There are so many corporate usecases that I want to be able to hand an AWS account to someone and say 'have this was account. Do all your experiments over here. It is capped at your project budget'.
A resource is used, when is the usage metered? If your instance is priced by run time when is that metering durably recorded? End of a time period, a billing period (oops! Havent got to billing periods yet!), on resource state change?
Assume you have a bunch of metering records. What price do you apply? There are LOTS of prices, even for the same thing. So now we need to know per account/service/region/contract/whatever the price to apply to the metering data. Oh no! The final price depends on aggregate usage! We cant determine the “price” for any single metering record without knowing cumulative usage. So now we have to aggregate total usage and apply the different marginal prices before we can determine any single price :(
Now we have lots of metering data + pricing data, lets make a bill. Who is the bill for? An account, a group of accounts, an organization? I hope you dont support credits, discounts, or similar that cross accounts. In practice the answer is probably “yes” and you e run in to another round of aggregation.

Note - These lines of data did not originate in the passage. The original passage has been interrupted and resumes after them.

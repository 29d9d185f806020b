"""Correlations between data: OI_CORR as a sparse matrix over the data that are kept.

All data that share a CORRNAME are numbered from 1; a row's channels take consecutive numbers from
its CORRINDX. OI_CORR lists pairs of numbers; pairs that are not listed are independent, and every
datum has the correlation 1 with itself (Duvert et al. 2017, A&A 597, A8, section 5.7).
"""

from collections.abc import Sequence
from dataclasses import dataclass, replace
from typing import TYPE_CHECKING

import numpy as np

from .model import Corr, DataTable, OIFile

if TYPE_CHECKING:
    from scipy.sparse import coo_array, csr_array

RIDGE = 0.01
"""Smallest eigenvalue that a repaired matrix has: no combination of data may count for more than
100 times what its own errors say, which is what a matrix that is wrong would make of it."""


MOST_NUMBERS = 2**31 - 1
"""CORRINDX has 32 bits; an NDATA beyond that is a fault of the file."""
ROUNDING = 1e-3
"""Eigenvalues above minus this may be 0 but for the digits that were written. A matrix with zeros
is right as it is: sets of closure phases are redundant."""
LARGE = 1500
"""Groups beyond this size have their smallest eigenvalue found by iteration."""
FILLED = 0.25
"""A large group with more than this part of all correlations is cheaper to factorise than to
iterate on, and the full matrix takes no more memory than a few copies of the sparse one."""


class Lookup:
    """A function of whole numbers given at some points; of equal points the first counts."""

    def __init__(self, points: np.ndarray, values: np.ndarray) -> None:
        order = np.argsort(points, kind="stable")
        self._points, self._values = points[order], values[order]

    def __call__(self, queries: np.ndarray) -> np.ndarray:
        """The values at `queries`; -1 where none is given."""
        if not self._points.size:
            return np.full(queries.shape, -1, dtype=self._values.dtype)
        place = np.searchsorted(self._points, queries).clip(max=self._points.size - 1)
        return np.where(
            self._points[place] == queries, self._values[place], self._values.dtype.type(-1)
        )


class Numbers:
    """Numbers of data through all the OI_CORR tables of a file, from 0."""

    def __init__(self, file: OIFile) -> None:
        self.tables = file.correlations
        sizes = [min(max(table.ndata, 0), MOST_NUMBERS) for table in self.tables]
        starts = np.concatenate([[0], np.cumsum(sizes, dtype=np.int64)])
        self.total = int(starts[-1])
        self._range = {
            table.corrname: (int(start), size)
            for table, start, size in zip(self.tables, starts[:-1], sizes, strict=True)
        }

    def of(self, table: DataTable, index: str) -> np.ndarray | None:
        """(nrow, nwave) numbers of a quantity whose first number is in the column `index`.

        -1 stands for data without correlations; None if that is all of them.
        """
        if table.corrname not in self._range or table[index] is None:
            return None
        start, size = self._range[table.corrname]
        local = table[index].astype(np.int64)[:, None] - 1 + np.arange(table.flag.shape[1])
        return np.where((local >= 0) & (local < size), start + local, -1)

    def pairs(self, table: Corr) -> tuple[np.ndarray, np.ndarray, np.ndarray]:
        """Numbers of the two data of each row of `table`, and which rows name data that exist."""
        start, size = self._range[table.corrname]
        i, j = table.iindx.astype(np.int64) - 1, table.jindx.astype(np.int64) - 1
        valid = (i >= 0) & (i < size) & (j >= 0) & (j < size)
        return start + i, start + j, valid

    def named(self, table: Corr) -> np.ndarray:
        """The numbers that the rows of `table` name, in ascending order."""
        start, size = self._range[table.corrname]
        i, j, valid = self.pairs(table)
        if size > len(table):
            return np.unique(np.concatenate([i[valid], j[valid]]))
        there = np.zeros(size, dtype=bool)
        there[i[valid] - start] = there[j[valid] - start] = True
        return start + np.flatnonzero(there)

    def matrix(self, numbers: np.ndarray) -> "csr_array | None":
        """Correlation matrix of data with these numbers (-1: none); None if all are independent."""
        from scipy.sparse import coo_array

        known = np.flatnonzero(numbers >= 0)
        place = Lookup(numbers[known], known.astype(np.int32))
        parts = []
        for table in self.tables:
            i, j, keep = self.pairs(table)
            # NaN fails the second condition too.
            keep &= (i != j) & (np.abs(table.corr) <= 1) & (table.corr != 0)
            i, j = place(i[keep]), place(j[keep])
            kept = (i >= 0) & (j >= 0)
            parts.append((np.minimum(i, j)[kept], np.maximum(i, j)[kept], table.corr[keep][kept]))
        i, j, r = (np.concatenate(column) for column in zip(*parts, strict=True))
        if not i.size:
            return None
        once = first_of_pairs(i, j)
        if not once.all():
            i, j, r = i[once], j[once], r[once]
        size = len(numbers)
        every = np.arange(size, dtype=np.int32)
        rows, cols = np.concatenate([i, j, every]), np.concatenate([j, i, every])
        r = np.concatenate([r, r, np.ones(size)])
        return coo_array((r, (rows, cols)), shape=(size, size)).tocsr()


def first_of_pairs(low: np.ndarray, high: np.ndarray) -> np.ndarray:
    """(n,) bool: which pairs, `low` not above `high`, were not there before."""
    key = low.astype(np.int64) * 2**32 + high
    if (key[1:] > key[:-1]).all():  # as most writers list them
        return np.ones(key.size, dtype=bool)
    order = np.argsort(key, kind="stable")
    new = np.ones(key.size, dtype=bool)
    new[order[1:]] = key[order[1:]] != key[order[:-1]]
    return new


@dataclass(frozen=True)
class Repair:
    """What it took to make a matrix one of correlations, without negative eigenvalues."""

    blocks: int
    """Groups of correlated data that had to be changed."""
    smallest: float
    """The smallest eigenvalue before."""


def mended(matrix: "csr_array") -> tuple["csr_array", Repair | None]:
    """`matrix` with the correlations of each group that cannot be those of any data made smaller.

    Data that correlate with each other, directly or through others, form a group. All correlations
    of such a group are multiplied by the factor that lifts its smallest eigenvalue to `RIDGE`.
    """
    from scipy.sparse.csgraph import connected_components

    _, group = connected_components(matrix, directed=False)
    entries = matrix.tocoo()
    factor = np.ones(len(group))
    smallest, changed = np.inf, 0
    sizes = np.bincount(group)
    for size in np.unique(sizes[sizes > 1]):
        chosen = np.flatnonzero(np.isin(group, np.flatnonzero(sizes == size)))
        members = chosen[np.argsort(group[chosen], kind="stable")].reshape(-1, size)
        if size > LARGE:
            lowest = [_lowest_of_large(matrix, rows) for rows in members]
        else:
            lowest = _lowest_of_small(_dense(entries, members))
        found = zip(group[members[:, 0]].tolist(), lowest, strict=True)
        for which, value in found:
            if value >= -ROUNDING:
                continue
            factor[group == which] = (1 - RIDGE) / (1 - value)
            smallest, changed = min(smallest, value), changed + 1
    if not changed:
        return matrix, None
    values = np.where(entries.row == entries.col, 1.0, entries.data * factor[entries.row])
    shrunk = matrix.copy()
    shrunk.data = values  # the entries of a csr matrix and of its coo twin are in the same order
    return shrunk, Repair(changed, smallest)


def _dense(entries: "coo_array", members: np.ndarray) -> np.ndarray:
    """(blocks, size, size) matrices of the data `members` (blocks, size)."""
    count, size = members.shape
    place, block = np.full((2, entries.shape[0]), -1)
    place[members] = np.arange(size)
    block[members] = np.arange(count)[:, None]
    row, col, data = entries.row, entries.col, entries.data
    if members.size < len(block):
        inside = block[row] >= 0
        row, col, data = row[inside], col[inside], data[inside]
    dense = np.zeros((count, size, size))
    dense[block[row], place[row], place[col]] = data
    return dense


def _positive(dense: np.ndarray) -> bool:
    """Whether no eigenvalue of any of the blocks is below -`ROUNDING`.

    Then, and only then, there is a Cholesky factor after adding that much to the diagonals, which
    takes a small part of the time of eigenvalues.
    """
    diagonal = np.arange(dense.shape[-1])
    dense[:, diagonal, diagonal] += ROUNDING
    try:
        np.linalg.cholesky(dense)
    except np.linalg.LinAlgError:
        return False
    finally:
        dense[:, diagonal, diagonal] -= ROUNDING
    return True


def _lowest_of_small(dense: np.ndarray) -> list[float]:
    """The smallest eigenvalue of each block, or 0 for all if none is below -`ROUNDING`."""
    return [0.0] * len(dense) if _positive(dense) else np.linalg.eigvalsh(dense)[:, 0].tolist()


def _lowest_of_large(matrix: "csr_array", rows: np.ndarray) -> float:
    """The smallest eigenvalue of a block, to a part in a thousand, or 0 if it is not below
    -`ROUNDING`."""
    from scipy.sparse import eye_array
    from scipy.sparse.linalg import eigsh

    block = matrix[rows][:, rows] if rows.size < matrix.shape[0] else matrix
    if block.nnz > FILLED * rows.size**2 and _positive(block.toarray()[None]):
        return 0.0
    # The tolerance is relative: with 1 added, an eigenvalue near 0 is no harder than any other.
    block = block + eye_array(rows.size, format="csr")
    start = np.cos(np.arange(rows.size))  # any start without symmetry, the same in every run
    lowest = eigsh(block, k=1, which="SA", v0=start, tol=1e-3, ncv=60, return_eigenvectors=False)
    return float(lowest[0]) - 1


@dataclass(frozen=True)
class Cut:
    """What remained of a table of data, with CORRINDX still as they were before."""

    after: DataTable
    channels: np.ndarray
    """Which channels they were, in the order they have now."""


def renumbered(
    correlations: Sequence[Corr], cuts: Sequence[Cut]
) -> tuple[list[Corr], list[DataTable]]:
    """The tables that remained, numbered anew, and their correlations in the new numbers."""
    tables: list[DataTable] = []
    old: dict[str, list[np.ndarray]] = {c.corrname: [] for c in correlations}
    count = dict.fromkeys(old, 0)
    for cut in cuts:
        table, name = cut.after, cut.after.corrname
        changes: dict[str, np.ndarray] = {}
        for _, _, index in table.quantities if name in old else ():
            if table[index] is None:
                continue
            before = table[index].astype(np.int64)[:, None] + cut.channels
            changes[index.lower()] = count[name] + 1 + len(cut.channels) * np.arange(len(table))
            count[name] += before.size
            old[name].append(before.ravel())
        tables.append(replace(table, **changes) if changes else table)
    kept: list[Corr] = []
    for table in correlations:
        if not count[table.corrname]:
            continue
        before = np.concatenate(old[table.corrname])
        new = Lookup(before, np.arange(1, before.size + 1))
        exist = (np.minimum(table.iindx, table.jindx) >= 1) & (
            np.maximum(table.iindx, table.jindx) <= table.ndata
        )
        i, j = new(table.iindx), new(table.jindx)
        rows = exist & (i > 0) & (j > 0)
        kept.append(
            replace(
                table.select(rows),
                ndata=before.size,
                iindx=np.minimum(i, j)[rows],
                jindx=np.maximum(i, j)[rows],
            )
        )
    return kept, tables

This isnt specific to SaaS, but describes billing in general. Its not A hard problem, its Many hard problems. And that general pattern of business problems is why you see most (all?) providers end up at a process that looks like recurrent batch computations.
Disclaimer: principal at AWS, but do not work in the metering/billing space directly. None of the above is specific to my employer and solely my personal observations/opinions.
But for precise billing they need to handle a bunch of corner cases - things like 'you did this expensive thing while there was a network outage for 36 hours'.
Instead what cloud providers do is cheaply write an activity log to some async queue system. Eventually (hours later) those logs get aggregated into a central location and a bulk usage levels get updated onto your account. This is much cheaper to do and keeps everything decoupled.
Downstream impact in a JIT environment. Shipping cost, logistics, what can and cannot be swallowed or negotiated up and down. Worker or plant availability, cost, to make up. Tax, tax rebates, pollution offsets, constant or marginal utility pricing, fees for non consumption, incentive pricing.
A whole bunch more. Corrective action in a factory may take quite a lot of off the back of a napkin calculations.
If you built out an accurate data model for cloud service billing, this would become quite obvious: it’s not as simple as accumulating the consumption of a single resource from an upstream source.
Frankly-this would make a great FAANG interview question, though the implications should be obvious to anyone who’s ever worked in a public-facing cloud service: operations are themselves a billable client whose resource spend must ALSO be managed carefully.
This introduces a delay between the moment a cost is incurred and the moment it is billed. This delay can be of several hours or even days, depending on the billing frequency (hourly, daily, monthly).
For example:
- You start an instance at 10am. You are billed for it from 10am to 11am. You stop the instance at 11:05am. The charge should be removed from the bill at 12pm (because bills are generated hourly). If you look at your bill at 11:05am though, you will still see a charge for an hour of usage, since your bill has not been updated yet. If you want to check if your charges were correctly applied to your bill, you will have to wait until 12pm to look at your bill again.
Because of this delay, cloud providers cannot show your consumption / cost in real time: they would either show incorrect information (if they use billing data) or make you wait until they have updated their bills (if they use raw usage data).